I turned it on the first time and it about walked off of the bench. No, make that LOPED off of the bench. I removed both wheels to see if there was anything obvious wrong. Nothing. I replaced one wheel and the vibration was way down, but the wheel was a good 1/16" out of true. I removed it and installed the other one, and it was the culprit. No matter how I installed it, it made the grinder jump all over the place. So I got out an old wheel from one of my boxes of stuff, installed it on the left side and the problem was fixed. The grinder was still slow to come up to speed, a result of an undersized motor, and it still did vibrate a bit, but it was doable as a one-wheel grinder until my good old, 40-yr-old real one came home.

I'd bet the whole thing has to do with Ryobi's attention to detail. But then, my old grinder cost me over $100 40 years ago and the Ryobi was $60 in 2011 dollars!


----------



## OldTimeShopSmith

jayman,

I have the same problem with my grinding wheel. Where did you get the balancing system?


----------



## a1Jim

Thanks for the interesting review.


----------



## lepelerin

I have one and love it. Was expensive but worth every cent. I could not use a grinder without it anymore.


----------



## jayman7

Scott, I got mine from Lee Valley.

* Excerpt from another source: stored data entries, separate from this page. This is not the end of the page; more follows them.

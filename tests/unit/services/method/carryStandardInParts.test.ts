import { expect, it } from 'vitest';
import { carryStandard } from '#src/domain/driver/carryStandard.ts';
import { carryStandardInParts } from '#src/services/method/carryStandardInParts.ts';

const shots = Array.from({ length: 23 }, (_, i) => ({
  ballSpeed: 50 + (i % 7),
  launchDeg: 10 + (i % 5),
  spinRpm: i === 11 ? null : 2500 + 20 * i,
  carry: 150 + i,
}));
const conditions = { temperatureC: 4, altitudeM: 300, wind: -1 };

it('gives in parts what one call gives', async () => {
  expect(await carryStandardInParts({ shots, conditions })).toEqual(carryStandard({ shots, conditions }));
});

it('lets others have their turn between the parts', async () => {
  let turns = 0;
  const ticking = setInterval(() => (turns += 1), 0);
  await carryStandardInParts({ shots: Array.from({ length: 20 }, () => shots).flat(), conditions });
  clearInterval(ticking);
  expect(turns).toBeGreaterThan(0);
});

They had a free shipping special at the time but unfortunately it expired already.


----------



## shelly_b

glad it works good! seems like a steep price for ryobi though…i just bought a porter cable for $79. i almost got the skil b/c i figure all it has to do is spin, and it was only $49, but the PC had variable speed and a little trough for water. works good so far! my old craftsman did the same thing as your old one…made the parts shake loose and fall into the wheel. scares the crap out of you lol.


----------



## helluvawreck

Thanks for the tip.

helluvawreck aka Charles
http://woodworkingexpo.wordpress.com


----------



## PurpLev

looks like a good idea for a product.

curious though - what wheels are you using on your grinder (that are so unbalanced)?


----------